We may have underestimated the costs of the Sanders plan in several important areas. These were described in the original paper and are summarized below.


https://www.urban.org/research/publication/response-criticisms-our-analysis-sanders-health-care-reform-plan

lapucelle

(18,252 posts)
94. The text of the actual bill that was introduced
Sun Sep 17, 2017, 08:43 PM
Sep 2017

in the Senate last week is not available yet.

The HuffPo story you cited was written 2016 and updated last May. Unless Sanders introduced the same bill that he has proposed in the past, the story might not even be relevant to the present situation.

 

ehrnst

(32,640 posts)
100. Yes, this is the analysis of the 2016 plan.
Mon Sep 18, 2017, 08:24 AM
Sep 2017

And Sanders is not known to gladly accept advice or critiques. His defensive response to the independent analysis of his 2016 plan indicates this.

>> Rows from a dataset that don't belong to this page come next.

import { tag } from '@driprail/shared/authz/ability';
import type { WeekSoFar } from '@driprail/shared/contracts/pay.contract';
import { computePayWeek } from '@driprail/shared/domain/pay/compute-pay-week';
import { weekNumberOf } from '@driprail/shared/domain/time/zone';
import { workweekAt } from '@driprail/shared/domain/time/workweek';
import { authorize } from '../../authz/authorize.ts';
import { todayOf } from '../../db/company.ts';
import { inTransaction } from '../../db/sequelize.ts';
import type { Ctx } from '../../http/context.ts';
import { payInputOf } from './pay-input.queries.ts';
import { weekAt, workweekRuleOn } from './weeks.service.ts';

/** One's own running week as its records stand now. @throws 403 for a login without a person */
export function readWeekSoFar({ actor, ability, now }: Ctx): Promise<WeekSoFar> {
  return inTransaction(async (tx) => {
    const personId = actor.personId ?? '';
    authorize(ability, 'read', tag('Estimate', { personId }));
    const at = now();
    const { startsOn } = workweekAt(at.toISOString(), await workweekRuleOn(await todayOf(at, tx), tx));
    const week = await weekAt(startsOn, tx);
    const input = await payInputOf(week, at, tx);
    const own = { ...input, people: input.people.filter((person) => person.id === personId) };
    const [person] = computePayWeek(own).people;
    return {
      ...{ startsOn: week.startsOn, endsOn: week.endsOn, number: weekNumberOf(week.startsOn) },
      ...{ asOf: at.toISOString(), isEstimate: true },
      hoursWorked: person?.hoursWorked ?? '0',
      overtimeHours: person?.overtimeHours ?? '0',
      grossCents: person?.totals.gross ?? 0,
      tipCents: person?.totals.tips ?? 0,
      warnings: person?.warnings.filter((one) => one.code !== 'open_entry').map((one) => one.message) ?? [],
    };
  });
}
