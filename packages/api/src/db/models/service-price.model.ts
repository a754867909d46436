import { DataTypes, Model } from 'sequelize';
import type { InferAttributes, InferCreationAttributes, Sequelize } from 'sequelize';
import type { SizeClass } from '@driprail/shared/contracts/fields';

export class ServicePrice extends Model<InferAttributes<ServicePrice>, InferCreationAttributes<ServicePrice>> {
  declare serviceId: string;
  declare sizeClass: SizeClass;
  declare startsOn: string;
  declare priceCents: number;
  declare minutes: number;
}

export function initServicePrice(sequelize: Sequelize): void {
  ServicePrice.init(
    {
      serviceId: { type: DataTypes.UUID, primaryKey: true },
      sizeClass: { type: DataTypes.TEXT, primaryKey: true },
      startsOn: { type: DataTypes.DATEONLY, primaryKey: true },
      priceCents: { type: DataTypes.BIGINT, allowNull: false },
      minutes: { type: DataTypes.INTEGER, allowNull: false },
    },
    { sequelize, modelName: 'ServicePrice', tableName: 'service_prices', underscored: true, timestamps: false },
  );
}
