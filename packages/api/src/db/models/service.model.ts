import { DataTypes, Model } from 'sequelize';
import type { CreationOptional, InferAttributes, InferCreationAttributes, Sequelize } from 'sequelize';
import type { TaxClass } from '@driprail/shared/domain/billing/tax-rates';
import type { PhotoSet } from '@driprail/shared/domain/walk-round/views';

export class Service extends Model<InferAttributes<Service>, InferCreationAttributes<Service>> {
  declare id: string;
  declare name: string;
  declare kind: 'package' | 'single' | 'add_on';
  declare description: CreationOptional<string>;
  declare skills: CreationOptional<string[]>;
  declare equipment: CreationOptional<string[]>;
  declare photoSet: CreationOptional<PhotoSet>;
  declare taxClass: CreationOptional<TaxClass>;
  declare needsWater: CreationOptional<boolean>;
  declare needsPower: CreationOptional<boolean>;
  declare needsDry: CreationOptional<boolean>;
  declare needsDaylight: CreationOptional<boolean>;
  declare coldestTenths: CreationOptional<number | null>;
  declare hottestTenths: CreationOptional<number | null>;
  declare cureHours: CreationOptional<number>;
  declare intervalDays: CreationOptional<number | null>;
  declare depositPercent: CreationOptional<number>;
  declare isActive: CreationOptional<boolean>;
  declare position: CreationOptional<number>;
  declare version: CreationOptional<number>;
}

export function initService(sequelize: Sequelize): void {
  Service.init(
    {
      id: { type: DataTypes.UUID, primaryKey: true },
      name: { type: DataTypes.TEXT, allowNull: false },
      kind: { type: DataTypes.TEXT, allowNull: false },
      description: { type: DataTypes.TEXT },
      skills: { type: DataTypes.ARRAY(DataTypes.TEXT) },
      equipment: { type: DataTypes.ARRAY(DataTypes.TEXT) },
      photoSet: { type: DataTypes.TEXT },
      taxClass: { type: DataTypes.TEXT },
      needsWater: { type: DataTypes.BOOLEAN },
      needsPower: { type: DataTypes.BOOLEAN },
      needsDry: { type: DataTypes.BOOLEAN },
      needsDaylight: { type: DataTypes.BOOLEAN },
      coldestTenths: { type: DataTypes.INTEGER },
      hottestTenths: { type: DataTypes.INTEGER },
      cureHours: { type: DataTypes.INTEGER },
      intervalDays: { type: DataTypes.INTEGER },
      depositPercent: { type: DataTypes.INTEGER },
      isActive: { type: DataTypes.BOOLEAN },
      position: { type: DataTypes.INTEGER },
      version: { type: DataTypes.INTEGER },
    },
    { sequelize, modelName: 'Service', tableName: 'services', underscored: true, timestamps: false },
  );
}
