import { DataTypes, Model } from 'sequelize';
import type { InferAttributes, InferCreationAttributes, Sequelize } from 'sequelize';

export class Stop extends Model<InferAttributes<Stop>, InferCreationAttributes<Stop>> {
  declare id: string;
  declare addressId: string;
}

export function initStop(sequelize: Sequelize): void {
  Stop.init(
    {
      id: { type: DataTypes.UUID, primaryKey: true },
      addressId: { type: DataTypes.UUID, allowNull: false },
    },
    { sequelize, modelName: 'Stop', tableName: 'stops', underscored: true, timestamps: false },
  );
}
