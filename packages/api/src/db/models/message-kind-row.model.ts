import { DataTypes, Model } from 'sequelize';
import type { CreationOptional, InferAttributes, InferCreationAttributes, Sequelize } from 'sequelize';
import type { MessageKind } from '@driprail/shared/domain/messages/kinds';

export class MessageKindRow extends Model<InferAttributes<MessageKindRow>, InferCreationAttributes<MessageKindRow>> {
  declare kind: MessageKind;
  declare isOn: CreationOptional<boolean>;
  declare subject: CreationOptional<string | null>;
  declare body: CreationOptional<string | null>;
  declare textBody: CreationOptional<string | null>;
  declare version: CreationOptional<number>;
}

export function initMessageKindRow(sequelize: Sequelize): void {
  MessageKindRow.init(
    {
      kind: { type: DataTypes.TEXT, primaryKey: true },
      isOn: { type: DataTypes.BOOLEAN },
      subject: { type: DataTypes.TEXT, allowNull: true },
      body: { type: DataTypes.TEXT, allowNull: true },
      textBody: { type: DataTypes.TEXT, allowNull: true },
      version: { type: DataTypes.INTEGER },
    },
    { sequelize, modelName: 'MessageKindRow', tableName: 'message_kinds', underscored: true, timestamps: false },
  );
}
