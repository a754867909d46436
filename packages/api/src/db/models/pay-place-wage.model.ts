import { DataTypes, Model } from 'sequelize';
import type { CreationOptional, InferAttributes, InferCreationAttributes, Sequelize } from 'sequelize';

export class PayPlaceWage extends Model<InferAttributes<PayPlaceWage>, InferCreationAttributes<PayPlaceWage>> {
  declare id: string;
  declare placeId: string;
  declare startsOn: string;
  declare amount: string;
  declare source: CreationOptional<string>;
  declare setBy: CreationOptional<string | null>;
  declare setAt: Date;
}

export function initPayPlaceWage(sequelize: Sequelize): void {
  PayPlaceWage.init(
    {
      id: { type: DataTypes.UUID, primaryKey: true },
      placeId: { type: DataTypes.UUID, allowNull: false },
      startsOn: { type: DataTypes.DATEONLY, allowNull: false },
      amount: { type: DataTypes.DECIMAL(14, 6), allowNull: false },
      source: { type: DataTypes.TEXT },
      setBy: { type: DataTypes.UUID, allowNull: true },
      setAt: { type: DataTypes.DATE, allowNull: false },
    },
    { sequelize, modelName: 'PayPlaceWage', tableName: 'pay_place_wages', underscored: true, timestamps: false },
  );
}
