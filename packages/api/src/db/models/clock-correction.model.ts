import { DataTypes, Model } from 'sequelize';
import type { CreationOptional, InferAttributes, InferCreationAttributes, Sequelize } from 'sequelize';

export class ClockCorrection extends Model<InferAttributes<ClockCorrection>, InferCreationAttributes<ClockCorrection>> {
  declare id: string;
  declare entryId: string;
  declare userId: string;
  declare at: Date;
  declare before: CreationOptional<object | null>;
  declare after: object;
  declare reason: string;
}

export function initClockCorrection(sequelize: Sequelize): void {
  ClockCorrection.init(
    {
      id: { type: DataTypes.UUID, primaryKey: true },
      entryId: { type: DataTypes.UUID, allowNull: false },
      userId: { type: DataTypes.UUID, allowNull: false },
      at: { type: DataTypes.DATE, allowNull: false },
      before: { type: DataTypes.JSONB, allowNull: true },
      after: { type: DataTypes.JSONB, allowNull: false },
      reason: { type: DataTypes.TEXT, allowNull: false },
    },
    { sequelize, modelName: 'ClockCorrection', tableName: 'clock_corrections', underscored: true, timestamps: false },
  );
}
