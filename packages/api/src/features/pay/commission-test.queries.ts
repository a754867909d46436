import { commissionTest } from '@driprail/shared/domain/pay/commission-test';
import type { CommissionTest, TestedWeek } from '@driprail/shared/domain/pay/commission-test';
import { select } from '../../db/sequelize.ts';

/** The newest 52 locked weeks of a person under the two tests of 29 USC 207(i) that figures can answer. */
export async function testCommission(personId: string): Promise<CommissionTest> {
  const weeks = await select<TestedWeek>(
    `SELECT w.snapshot->'rules'->>'minimumWage' AS "minimumWage", s.summary AS person
       FROM pay_statements s JOIN pay_weeks w ON w.id = s.pay_week_id
      WHERE s.person_id = :personId AND w.state = 'locked' ORDER BY w.starts_on DESC LIMIT 52`,
    { personId },
  );
  return commissionTest(weeks);
}
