import { DataTypes, Model } from 'sequelize';
import type { CreationOptional, InferAttributes, InferCreationAttributes, Sequelize } from 'sequelize';
import type { PlannedRange } from './columns.ts';

export class VanCrew extends Model<InferAttributes<VanCrew>, InferCreationAttributes<VanCrew>> {
  declare id: string;
  declare personId: string;
  declare vanId: string;
  declare span: PlannedRange;
  declare position: CreationOptional<number>;
}

export function initVanCrew(sequelize: Sequelize): void {
  VanCrew.init(
    {
      id: { type: DataTypes.UUID, primaryKey: true },
      personId: { type: DataTypes.UUID, allowNull: false },
      vanId: { type: DataTypes.UUID, allowNull: false },
      span: { type: DataTypes.RANGE(DataTypes.DATE), allowNull: false },
      position: { type: DataTypes.INTEGER },
    },
    { sequelize, modelName: 'VanCrew', tableName: 'van_crew', underscored: true, timestamps: false },
  );
}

I don't see him acknowledging that he made any errors in his 2016 plan, so I don't see much possible in the way of change in the 2017 plan.

alarimer

(16,245 posts)
116. Yes, money from Cigna talks.
Wed Sep 20, 2017, 08:57 AM
Sep 2017

But people believe what they want to, especially if it is critical of Sanders' bill (though it now has many cosponsors, even centrists ones). And single payer scares Cassidy and Kennedy so much they want to ban states from even trying it.

Get this fucking straight: HEALTH CARE IS A RIGHT. To hell with "incrementalism". PEOPLE ARE FUCKING DYING.